On the topic of Creationism I believe that it's place in the RS classroom and not the scientific one.
'Tis all.
> Again, there's another thing that Creation doesn't explain in enough
> detial for me (as you said, the Bible skims over it) and that is the
> question of how God did actually create the world. I've been taught
> about how he created Adam from his rib, which is slightly
> unbelievable but (as Science has shown as) cloning and building from
> single cells is possible.
Heh, that made me smile.
You really can't try to scientifically reason out everything in the Bible like that, because it simply won't work. God is supposedly all-powerful, outside of the retraints of time and space - if he wants to do something, he does it, even if it is physically impossible.
'Slightly unbelievable' doesn't come into Christianity ... you either believe it, because you believe God can do anything, or you try to explain it out in human terms and work yourself into an impossible knot.
Which is why science and religion don't mix ... all these people who try to try to reason out how all the animals would have fitted in the ark etc etc are really wasting their time, because they'll always have the backup "God did it" card, which instantly explains everything. And with the "God did it" card, you don't need to try and explain anything in the first place, unless you're trying to convert to sceptics to Christianity through scientific calculations, which is completly rediculous.

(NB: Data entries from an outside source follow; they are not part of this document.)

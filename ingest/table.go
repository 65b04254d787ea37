package ingest

import (
	"bytes"
	"encoding/csv"
	"errors"
	"fmt"
	"io"
	"math"
	"reflect"
	"slices"
	"strings"

	"github.com/gocarina/gocsv"
)

// ReadTable reads a CSV table with a fixed header into structs of type T, whose
// fields carry `csv:"name"` tags. Every column must be there once and no other;
// their order is free. A field of type float64 needs a finite number, unless
// its tag says `csv:"name,optional"`: then an empty cell is NaN. (Not omitempty,
// with which gocsv would write a zero as nothing.) Lines that
// start with # and blank lines are passed over. A field of type string takes
// the cell as it is, for values with units. The error is an [*Error] with line
// and column.
//
// The rows are decoded by gocsv, which takes a missing column, an empty cell
// and "1,000" without complaint, so all of that is checked here first.
func ReadTable[T any](name string, r io.Reader) ([]T, error) {
	out, _, err := ReadTableLines[T](name, r)
	return out, err
}

// ReadTableLines is ReadTable that also returns the line of each row, for
// errors that only the caller can find.
func ReadTableLines[T any](name string, r io.Reader) ([]T, []int, error) {
	data, err := readAll(name, r, DefaultMaxBytes)
	if err != nil {
		return nil, nil, err
	}
	text, _, err := decode(data)
	if err != nil {
		return nil, nil, &Error{File: name, Line: 1, Column: 1, Found: err.Error(), Expected: "a CSV table", bare: true}
	}
	if !strings.Contains(text, "\n") {
		text = strings.ReplaceAll(text, "\r", "\n")
	}
	fields := tableFields(reflect.TypeFor[T]())
	var wanted []string
	for _, f := range fields {
		wanted = append(wanted, f.name)
	}
	header := strings.Join(wanted, ",")

	cr := csv.NewReader(strings.NewReader(text))
	cr.Comment = '#'
	cr.FieldsPerRecord = -1
	cr.TrimLeadingSpace = true
	names, err := cr.Read()
	if err != nil {
		return nil, nil, tableSyntax(name, err, header)
	}
	line, column := cr.FieldPos(0)
	if len(names) == 1 && len(wanted) > 1 {
		for _, d := range []string{";", "\t", "|"} {
			if strings.Contains(names[0], d) {
				return nil, nil, &Error{File: name, Line: line, Column: column, Found: names[0], Expected: "commas between the columns " + header, Hint: "save as CSV with commas"}
			}
		}
	}
	order := make([]*tableField, len(names))
	for i, n := range names {
		line, column = cr.FieldPos(i)
		n = strings.ToLower(strings.TrimSpace(n))
		k := slices.IndexFunc(fields, func(f tableField) bool { return f.name == n })
		if k < 0 {
			return nil, nil, &Error{File: name, Line: line, Column: column, Found: names[i], Expected: "the header " + header}
		}
		if fields[k].seen {
			return nil, nil, &Error{File: name, Line: line, Column: column, Found: names[i], Expected: "each column once"}
		}
		fields[k].seen = true
		order[i] = &fields[k]
		names[i] = n
	}
	for _, f := range fields {
		if !f.seen {
			line, _ = cr.FieldPos(0)
			return nil, nil, &Error{File: name, Line: line, Column: 1, Found: strings.Join(names, ","), Expected: "a column " + f.name, Hint: "the header " + header}
		}
	}

	var clean bytes.Buffer
	cw := csv.NewWriter(&clean)
	if err := cw.Write(names); err != nil {
		return nil, nil, err
	}
	var first *Error
	var lines []int
	for {
		rec, err := cr.Read()
		if errors.Is(err, io.EOF) {
			break
		}
		if err != nil {
			return nil, nil, tableSyntax(name, err, header)
		}
		line, column := cr.FieldPos(0)
		fault := func(e Error) {
			if first == nil {
				e.File = name
				first = &e
			} else {
				first.More++
			}
		}
		if len(rec) != len(names) {
			fault(Error{Line: line, Column: column, Found: fmt.Sprint(len(rec)), Expected: fmt.Sprintf("%d cells", len(names)), bare: true})
			continue
		}
		for i, cell := range rec {
			line, column := cr.FieldPos(i)
			rec[i] = strings.TrimSpace(cell)
			if order[i].kind != reflect.Float64 {
				continue
			}
			v, kind := parseNumber(rec[i], '.')
			switch {
			case kind == isEmpty && order[i].optional:
				rec[i] = "NaN"
			case kind != isNumber || math.Abs(v) >= overload:
				fault(Error{Line: line, Column: column, Found: cell, Expected: "a number for " + order[i].name})
			}
		}
		lines = append(lines, line)
		if err := cw.Write(rec); err != nil {
			return nil, nil, err
		}
	}
	if first != nil {
		return nil, nil, first
	}
	if len(lines) == 0 {
		return nil, nil, &Error{File: name, Line: line, Column: 1, Found: "only a header", Expected: "rows below the header " + header, bare: true}
	}
	cw.Flush()
	var out []T
	if err := gocsv.UnmarshalBytes(clean.Bytes(), &out); err != nil {
		return nil, nil, &Error{File: name, Line: line, Found: err.Error(), Expected: "a table " + header, bare: true}
	}
	return out, lines, nil
}

type tableField struct {
	name     string
	kind     reflect.Kind
	optional bool
	seen     bool
}

// tableFields lists the tagged fields of a struct type; anything else is the
// programmer's mistake and panics.
func tableFields(t reflect.Type) []tableField {
	var out []tableField
	for i := range t.NumField() {
		f := t.Field(i)
		tag := f.Tag.Get("csv")
		if tag == "" || tag == "-" {
			continue
		}
		n, rest, _ := strings.Cut(tag, ",")
		if k := f.Type.Kind(); k != reflect.Float64 && k != reflect.String {
			panic("ingest: table field " + f.Name + " is neither float64 nor string")
		}
		out = append(out, tableField{name: n, kind: f.Type.Kind(), optional: strings.Contains(rest, "optional")})
	}
	if len(out) == 0 {
		panic("ingest: table type without csv tags")
	}
	return out
}

func tableSyntax(name string, err error, header string) *Error {
	if errors.Is(err, io.EOF) {
		return &Error{File: name, Line: 1, Column: 1, Found: "an empty file", Expected: "a table with the header " + header, bare: true}
	}
	var p *csv.ParseError
	if errors.As(err, &p) {
		return &Error{File: name, Line: p.Line, Column: p.Column, Found: p.Err.Error(), Expected: "comma-separated cells", bare: true}
	}
	return &Error{File: name, Found: err.Error(), Expected: "a readable table", Err: err}
}

// WriteTable writes structs with csv tags as a CSV table with a header. Numbers
// are written so that reading gives the same float64; NaN is an empty cell.
func WriteTable[T any](w io.Writer, rows []T) error {
	var b bytes.Buffer
	if err := gocsv.Marshal(rows, &b); err != nil {
		return err
	}
	cr := csv.NewReader(&b)
	records, err := cr.ReadAll()
	if err != nil {
		return err
	}
	for _, rec := range records {
		for i, cell := range rec {
			if cell == "NaN" {
				rec[i] = ""
			}
		}
	}
	cw := csv.NewWriter(w)
	if err := cw.WriteAll(records); err != nil {
		return err
	}
	return cw.Error()
}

Before I say this,I am religious and I have a lot of respect for all religious texts.The story of Noah's ark and others are meant to teach people like the story of the boy who cried wolf.You shouldn't be bad is what some of the stories in the Bible say like you shouldn't lie as people will stop believing you is taught by the boy who cried wolf.
RELIGION AND SCIENCE ARE COMPATIBLE
Thus, the two do not merge - the entire notion of a supreme being, exempt from the laws of space and time, is completely impossible from a scientific view-point.